» **PROBLEM TO WORK ON**
Lines in the listing below that include the word "make" need to be copied.

» **DATA FOR THIS TASK**
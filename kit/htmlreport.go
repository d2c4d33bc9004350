package kit

import (
	"errors"
	"fmt"
	"io"
	"strconv"

	"coilwright/cam/html"
	"coilwright/parts/line"
	"coilwright/parts/sheet"
)

// reportPage is the name of the self-contained report page.
const reportPage = "report.html"

// reportSections are the report page's fixed section titles, in order;
// reportSectionTitles adds the analysis sections that ran.
var reportSections = [...]string{
	"Summary", "Plots", "Drawings", "Per-turn table", "Springback", "Parts",
	"Cut list and batch plan", "Cautions", "Warnings", "Provenance",
}

// writeHTML writes report.html: the whole kit on one page that opens
// offline. It must run after every other step: it lists the files they
// wrote and embeds the former's preview.
func (k *Kit) writeHTML(out Sink) error {
	rec, ok := out.(*recorder)
	if !ok {
		return errors.New("the report page needs the files written before it: run it through Kit.Write")
	}
	doc, err := k.reportDocument(rec)
	if err != nil {
		return err
	}
	bs := sheet.NewBuildSheet(k.Design, k.cutList, k.Source.SHA256())
	return out.Add(reportPage, func(w io.Writer) error { return html.WriteReport(w, doc, html.Options{Paper: bs.Paper}) })
}

// reportDocument lays out the report page from the kit, its plots and the
// files rec saw written.
func (k *Kit) reportDocument(rec *recorder) (html.Document, error) {
	d, r := k.Design, k.Report
	e := k.electrical()
	bs := sheet.NewBuildSheet(d, k.cutList, k.Source.SHA256())
	plots, err := k.plots()
	if err != nil {
		return html.Document{}, err
	}
	fig := func(p plotFile) html.Figure {
		return html.Figure{SVG: p.SVG, Caption: p.Caption, Name: p.Title}
	}
	byName := map[string]plotFile{}
	for _, p := range plots {
		byName[p.Name] = p
	}

	// Summary.
	sum := []html.Definition{
		{Term: "What it is", Detail: bs.Summary + "."},
		{Term: "Hand", Detail: r.Hand + ": " + bs.HandWords + "."},
	}
	if e.Band != nil {
		sum = append(sum, html.Definition{Term: "Band", Detail: fmt.Sprintf("%s, centre %s MHz; designed at %s MHz", e.Band.Text, num(e.CentreMHz), num(r.FrequencyMHz))})
	} else {
		sum = append(sum, html.Definition{Term: "Band", Detail: fmt.Sprintf("designed at %s MHz; the spec sets no band", num(r.FrequencyMHz))})
	}
	sum = append(sum, html.Definition{Term: "Quoted gain", Detail: fmt.Sprintf("%.1f dBic (%s)", r.QuotedGainDBic, r.QuotedGainSource)})
	matched := fmt.Sprintf("none: the VSWR at %s MHz is above the target %.2f", num(r.FrequencyMHz), e.TargetVSWR)
	if lo, hi, ok := e.matchedBand(r.FrequencyMHz); ok {
		matched = fmt.Sprintf("%.0f–%.0f MHz at VSWR %.2f or better (return loss %.0f dB)", lo, hi, e.TargetVSWR, line.ReturnLossDB((e.TargetVSWR-1)/(e.TargetVSWR+1)))
		if lo <= e.FreqMHz[0] || hi >= e.FreqMHz[len(e.FreqMHz)-1] {
			matched += "; the match holds to the edge of the plotted range"
		}
	}
	sum = append(sum, html.Definition{Term: "Matched band", Detail: matched + " (" + e.Short + ")"},
		html.Definition{Term: "Coil", Detail: fmt.Sprintf("%s, %.2f turns, Ø%.2f mm base, Ø%.2f mm top, %.1f mm long, %.0f mm of wire", r.Shape, r.TurnCount, r.BaseDiameterMM, r.TopDiameterMM, r.AxialLengthMM, r.WireLengthMM)})
	if r.Quantity > 1 {
		sum = append(sum, html.Definition{Term: "Batch", Detail: fmt.Sprintf("%d kits", r.Quantity)})
	}
	if t := k.tolerance; t != nil {
		sum = append(sum, html.Definition{Term: "Batch yield", Detail: fmt.Sprintf("%.0f %% of %d simulated kits meet VSWR %g across the band (see Tolerance)", 100*t.Share, t.Samples, t.VSWRTarget)})
	}

	// Plots.
	var cuts []html.Figure
	for i := range e.Cuts {
		f := fig(byName[fmt.Sprintf("plot-pattern-%d.svg", i+1)])
		f.Name = e.Cuts[i].Name
		cuts = append(cuts, f)
	}
	plotBlocks := []html.Block{
		html.Paragraph{Text: e.Source + ". Each plot is also written as its own SVG file beside this page."},
		fig(byName["plot-match.svg"]), fig(byName["plot-gain.svg"]),
		html.FigureSwitch{Label: "Pattern cut", Figures: cuts},
		html.Paragraph{Text: e.CutNote},
	}

	// Drawings.
	drawings := []html.Block{fig(byName["plot-side.svg"]), fig(byName["plot-plan.svg"])}
	if png, ok := rec.keep["former.png"]; ok {
		drawings = append(drawings, html.Figure{PNG: png, Alt: "Shaded picture of the winding former for " + r.Kit,
			Caption: "The winding former (former.stl, former.3mf) as printed: the wire is wound in its groove."})
	} else {
		drawings = append(drawings, html.Paragraph{Text: "No former was made: it does not fit the spec's print volume (see the warnings)."})
	}

	// Per-turn and springback tables.
	f1 := func(v float64) string { return strconv.FormatFloat(v, 'f', 1, 64) }
	f2 := func(v float64) string { return strconv.FormatFloat(v, 'f', 2, 64) }
	f3 := func(v float64) string { return strconv.FormatFloat(v, 'f', 3, 64) }
	var turns, spring [][]string
	for _, t := range r.Turns {
		turns = append(turns, []string{strconv.Itoa(t.Index), f2(t.DiameterMM), f3(t.CircumferenceLambda), f2(t.PitchAngleDeg), f2(t.SpacingMM), f1(t.HeightMM), f1(t.WireMM), f1(t.InputResistanceOhm)})
		spring = append(spring, []string{strconv.Itoa(t.Index), f2(t.TargetDiameterMM), f2(t.FormerDiameterMM), f2(t.PredictedDiameterMM), f3(t.SpringbackMM), "± " + f2(t.ToleranceMM)})
	}
	right := func(n int) []bool {
		b := make([]bool, n)
		for i := range b {
			b[i] = true
		}
		return b
	}

	// Parts.
	var partBlocks []html.Block
	for _, c := range k.parts {
		p := fig(byName["plot-"+c.name+".svg"])
		partBlocks = append(partBlocks, p)
		for _, n := range c.notes {
			partBlocks = append(partBlocks, html.Paragraph{Text: n})
		}
	}

	// Cut list and batch plan.
	var cut [][]string
	for _, row := range k.cutList.Rows() {
		count, length, amount := "", "", ""
		if row.Count > 0 {
			count = strconv.Itoa(row.Count)
		}
		if row.LengthMM > 0 {
			length = f1(row.LengthMM)
		}
		if row.Amount > 0 {
			amount = strconv.FormatFloat(row.Amount, 'g', -1, 64) + " " + row.Unit
		}
		cut = append(cut, []string{row.Item, row.Material, row.Size, count, length, amount, row.Note})
	}
	cutBlocks := []html.Block{html.Table{Caption: "Cut list for one kit", Header: []string{"Item", "Material", "Size", "Count", "Length (mm)", "Amount", "Note"},
		Rows: cut, RowHeaders: true, Numeric: []bool{false, false, false, true, true, true}}}
	if bp := k.batch; bp != nil {
		for _, st := range bp.Stocks {
			var rows [][]string
			for _, p := range st.Patterns {
				rows = append(rows, []string{p.Rods, strconv.Itoa(p.Pieces), f1(p.OffcutMM)})
			}
			cutBlocks = append(cutBlocks, html.Table{
				Caption: fmt.Sprintf("%s: %d pieces of %.1f mm from %.0f mm rods; %d rods, waste %.1f %%", st.Name, st.Plan.Pieces, st.PieceMM, st.Plan.Rod.Length, len(st.Plan.Rods), st.Plan.WastePercent()),
				Header:  []string{"Rods", "Pieces per rod", "Offcut per rod (mm)"}, Rows: rows, RowHeaders: true, Numeric: []bool{false, true, true}})
		}
		var buy [][]string
		for _, b := range bp.Buy {
			buy = append(buy, []string{b.Label, b.Value})
		}
		cutBlocks = append(cutBlocks, html.Table{Caption: fmt.Sprintf("To buy for the batch of %d", bp.Quantity), Header: []string{"Item", "Quantity"}, Rows: buy, RowHeaders: true})
		for _, c := range k.parts {
			cutBlocks = append(cutBlocks, fig(byName["plot-panel-"+c.name+".svg"]))
		}
	}

	// Cautions: the build sheet's own.
	var cautions []html.Definition
	for _, c := range bs.Cautions {
		cautions = append(cautions, html.Definition{Term: c.Heading, Detail: c.Text})
	}

	// Warnings.
	var warnBlocks []html.Block
	if len(r.Warnings) == 0 {
		warnBlocks = []html.Block{html.Paragraph{Text: "The design raised no warnings."}}
	} else {
		items := make([]string, len(r.Warnings))
		for i, w := range r.Warnings {
			items[i] = w.Code + ": " + w.Message
		}
		warnBlocks = []html.Block{html.Warnings{Items: items}}
	}

	// Provenance.
	version := k.opt.Version
	if version == "" {
		version = "not recorded"
	}
	prov := []html.Definition{
		{Term: "Spec", Detail: k.Source.Name},
		{Term: "Spec SHA-256", Detail: k.Source.SHA256()},
		{Term: "Tool", Detail: "coilwright " + version},
	}
	if !k.opt.Created.IsZero() {
		prov = append(prov, html.Definition{Term: "Created", Detail: k.opt.Created.UTC().Format("2006-01-02 15:04:05 UTC")})
	}
	var files [][]string
	for _, f := range rec.files {
		files = append(files, []string{f.Name, strconv.FormatInt(f.Size, 10), f.SHA256})
	}

	sections := []html.Section{
		{ID: "summary", Title: reportSections[0], Blocks: []html.Block{html.Definitions{Items: sum}}},
		{ID: "plots", Title: reportSections[1], Blocks: plotBlocks},
	}
	if d.Field != nil {
		sections = append(sections, fieldSection(d.Field))
	}
	if k.tolerance != nil {
		ts, err := toleranceSection(k.tolerance)
		if err != nil {
			return html.Document{}, err
		}
		sections = append(sections, ts)
	}
	return html.Document{
		Title:    r.Kit + ": build report",
		Subtitle: bs.Summary,
		Footer:   "coilwright " + version + " — spec SHA-256 " + k.Source.SHA256(),
		Sections: append(sections, []html.Section{
			{ID: "drawings", Title: reportSections[2], Blocks: drawings},
			{ID: "turns", Title: reportSections[3], Blocks: []html.Block{html.Table{
				Caption: "One row per started turn from the feed end: the relaxed coil aimed for",
				Header:  []string{"Turn", "Diameter (mm)", "Circumference (λ)", "Pitch angle (°)", "Spacing (mm)", "Height (mm)", "Wire (mm)", "Input resistance (Ω)"},
				Rows:    turns, RowHeaders: true, Numeric: right(8)}}},
			{ID: "springback", Title: reportSections[4], Blocks: []html.Block{
				html.Paragraph{Text: fmt.Sprintf("The former is wound smaller than the coil aimed for; the wire (%s, Ø%s mm) springs open on release.", r.Wire.MaterialName, num(r.Wire.DiameterMM))},
				html.Table{
					Caption: "Wire centreline diameters per turn, in mm",
					Header:  []string{"Turn", "Target Ø", "Former Ø", "Predicted Ø", "Springback", "Tolerance"},
					Rows:    spring, RowHeaders: true, Numeric: right(6)}}},
			{ID: "parts", Title: reportSections[5], Blocks: partBlocks},
			{ID: "cutting", Title: reportSections[6], Blocks: cutBlocks},
			{ID: "cautions", Title: reportSections[7], Blocks: []html.Block{
				html.Paragraph{Text: "The same cautions as the build sheet; read them before step 1."},
				html.Definitions{Items: cautions}}},
			{ID: "warnings", Title: reportSections[8], Blocks: warnBlocks},
			{ID: "provenance", Title: reportSections[9], Blocks: []html.Block{
				html.Definitions{Items: prov},
				html.Paragraph{Text: "The files written before this page, as they were written. manifest.json is written after every file, this page included, and lists them all with the same sizes and hashes."},
				html.Table{Caption: "Files written before this page", Header: []string{"File", "Size (bytes)", "SHA-256"}, Rows: files, RowHeaders: true, Numeric: []bool{false, true, false}},
			}},
		}...),
	}, nil
}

» **OUTPUT**
		b := make([]bool, n)
		items := make([]string, len(r.Warnings))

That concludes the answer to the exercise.